Maç sonunda seyirci ile bütün olduk.Galibiyet ile başlamak hem takım için hem benim için ilk izlenim olarak gayet iyiydi.Milli maç arasında eksiklerimizi gidermek ve yapabildiklerimizin daha da üstüne koyarak geliştirmek için fırsattı bize.Sonrasında oynadığımız Karşıyaka maçı ise ecel terleri dökmemize sebep oldu.

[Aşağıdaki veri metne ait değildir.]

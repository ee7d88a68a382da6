/**
 * The catalog rows as columns (catalog/targetColumns.ts) from the reader on: the same rows as the Target objects in every
 * field (missing colour and priority, roles, lines, extra columns), objects made only when read, a structured clone
 * (the editor's worker message) carrying the objects, and the solver's path (weighting, excluded-targets.csv, the
 * allocation context) giving the same result from the table as from the objects.
 */
import { describe, expect, it } from 'vitest';
import { readCatalog } from '../../src/core/catalog/read';
import { catalogTargetColumns, usableRowCount } from '../../src/core/catalog/validate';
import { TargetColumns, targetColumnsOf } from '../../src/core/catalog/targetColumns';
import { generateScenario } from '../../src/core/scenario/generator';
import { weighTargets, exclusionCounts, excludedCount } from '../../src/core/solver/weighting';
import { weightingSchema } from '../../src/core/plan/weightingSection';
import { excludedTargetsCsv } from '../../src/core/pipeline/summary';
import { allocationContext } from '../../src/core/solver/allocateMasks';
import { toCsv } from '../../src/core/export/csvText';
import { readFileSync } from 'node:fs';
import { join } from 'node:path';
import { parseProfile } from '../../src/core/profile/load';

/** Rest wavelengths (Angstrom) of the near-infrared calcium triplet (common practice). */
const LINES_A = [8498.0, 8542.1, 8662.1];

const CSV = [
  'id,ra,dec,mag,color,priority,role,note,band',
  'a1,187.5,-5.1,21.5,0.9,,tracer,first,I',
  'a2,12:30:01.0,-05:06:07.8,20.25,,2.5,alignment,,I',
  'a3,187.6,-5.2,bad,1.0,,tracer,x,I', // rejected: mag is not a number
  'a4,187.7,-5.3,22.75,1.25,0.5,,"with, comma",R',
].join('\n');

describe('catalog rows as columns', () => {
  const r = readCatalog(CSV, 'cat.csv');

  it('hold every field of every usable row, as the Target objects give them', () => {
    const t = catalogTargetColumns(r);
    expect(t).toBeInstanceOf(TargetColumns);
    expect(usableRowCount(r)).toBe(3);
    expect(t.ids).toEqual(['a1', 'a2', 'a4']);
    expect(Array.from(t.line)).toEqual([2, 3, 5]);
    expect(Array.from(t.color)).toEqual([0.9, NaN, 1.25]);
    expect(Array.from(t.priority)).toEqual([NaN, 2.5, 0.5]);
    expect(t.extraNames).toEqual(['note', 'band']);
    // Objects: null for the missing colour and priority, the role by name, the other columns as text.
    expect(r.targets).toEqual([
      { id: 'a1', raDeg: 187.5, decDeg: -5.1, mag: 21.5, color: 0.9, priority: null, role: 'tracer', line: 2, extra: { note: 'first', band: 'I' } },
      { id: 'a2', raDeg: 187.5 + 1 / 240, decDeg: -(5 + 6 / 60 + 7.8 / 3600), mag: 20.25, color: null, priority: 2.5, role: 'alignment', line: 3, extra: { note: '', band: 'I' } },
      { id: 'a4', raDeg: 187.7, decDeg: -5.3, mag: 22.75, color: 1.25, priority: 0.5, role: 'tracer', line: 5, extra: { note: 'with, comma', band: 'R' } },
    ]);
    expect(r.targets).toBe(r.targets); // made once, then kept
    expect(r.rejects.map((x) => x.line)).toEqual([4]);
  });

  it('excluded rows are written with their catalog line, role, rule and reason', () => {
    const galaxy = { id: 'g', raDeg: 187.5, decDeg: -5.1, reArcsec: 30, axisRatio: 1, paDeg: 0, distanceMpc: 15, vsysKms: 1000, sersicN: 4, muE: 21 };
    const w = weighTargets(catalogTargetColumns(r), galaxy, { magRange: [21, 22] }, { a1: { force: 'out' } });
    expect(excludedTargetsCsv(w)).toBe('id,line,role,rule,reason\na1,2,tracer,override,forced out by targetOverrides\na4,5,tracer,magRange,mag 22.75 outside 21.0..22.0\n');
    expect(w.kept!.index.length).toBe(1); // the alignment star: the magnitude window applies to tracers only
  });

  it('a table of objects gives the same objects back, and a list is wrapped once', () => {
    const again = TargetColumns.of(r.targets);
    expect(again.toTargets()).toEqual(r.targets);
    const list = r.targets.slice();
    expect(targetColumnsOf(list)).toBe(targetColumnsOf(list));
    expect(TargetColumns.of([]).length).toBe(0);
    expect(TargetColumns.of([]).raDeg.length).toBe(0);
  });

  it('a structured clone of a read result carries the objects (the table stays behind)', () => {
    const clone = structuredClone(r);
    expect(clone.targets).toEqual(r.targets);
    expect(clone.table).toBeUndefined();
    expect(catalogTargetColumns(clone).ids).toEqual(['a1', 'a2', 'a4']);
  });
});

describe('the solver path from the table equals the path from the objects', () => {
  const s = generateScenario({ seed: 'target-table', candidates: 2500 });
  const table = TargetColumns.of(s.targets);
  const rules = weightingSchema.parse({
    magRange: [19, 23.5], colorRange: [0.8, 1.3], radiusRangeRe: [0, 12],
    exclusions: [{ label: 'companion', uArcsec: 60, vArcsec: 0, radiusArcsec: 40 }],
  });
  const overrides = { [s.targets[3].id]: { force: 'out' as const }, [s.targets[7].id]: { weight: 0 } };
  const fromTable = weighTargets(table, s.galaxy, rules, overrides);
  const fromObjects = weighTargets(s.targets, s.galaxy, rules, overrides);

  it('same kept columns, same excluded rows with the same rules and reasons', () => {
    expect(fromTable.kept).toEqual(fromObjects.kept);
    expect(fromTable.excluded).toEqual(fromObjects.excluded);
    expect(excludedCount(fromTable)).toBe(fromObjects.excluded.length);
    const rulesSeen = new Set(fromTable.excluded.map((e) => e.rule));
    for (const rule of ['override', 'magRange', 'colorRange', 'exclusion:companion']) expect(rulesSeen.has(rule)).toBe(true);
    expect(exclusionCounts(fromTable)).toEqual(exclusionCounts(fromObjects.excluded));
  });

  it('excluded-targets.csv from the columns is the CSV of the excluded objects', () => {
    const objects = fromObjects.excluded.map((e) => [e.id, e.line, e.role, e.rule, e.reason]);
    expect(excludedTargetsCsv(fromTable)).toBe(toCsv(['id', 'line', 'role', 'rule', 'reason'], objects, { neutraliseFormulas: true }));
    expect(excludedTargetsCsv(fromObjects)).toBe(excludedTargetsCsv(fromTable));
  });

  it('the allocation context reads the table and makes the objects only when asked', () => {
    const weights = Float64Array.from(s.targets, (_, i) => (i % 3 === 0 ? 0 : 1));
    const profile = parseProfile(JSON.parse(readFileSync(join(__dirname, '../../instrument-profiles/ridge10-narrow.json'), 'utf8')), 'ridge10-narrow');
    const ctx = allocationContext(profile, s.galaxy, LINES_A, table, weights);
    const ctxObjects = allocationContext(profile, s.galaxy, LINES_A, s.targets, weights);
    expect(ctx.tracerIndices.length).toBeGreaterThan(1000);
    expect(Array.from(ctx.tracerIndices)).toEqual(Array.from(ctxObjects.tracerIndices));
    expect(Array.from(ctx.alignmentIndices)).toEqual(Array.from(ctxObjects.alignmentIndices));
    expect(ctx.unit).toEqual(ctxObjects.unit);
    expect(Object.keys(ctx)).not.toContain('targets'); // not enumerable: a spread of the context leaves it out
    expect(ctx.targets).toEqual(s.targets);
  });
});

Çift forvet ile maça başladık.Ama maçta kontrolü ele alamadık.Düello şeklinde geçen maçı 4-3 kazansak da mücadelenin yaşattığı heyecan ve korku ile sevinemiyordum.Tek yaptığım oyuncuları tek tek tebrik etmek olmuştu.Bu maçla da taktik konusunu artık kafamda oturtmuştum.Deplasmanda artık tek forvet oynayacaktık.Evdeki maçlarda ise çift forvet.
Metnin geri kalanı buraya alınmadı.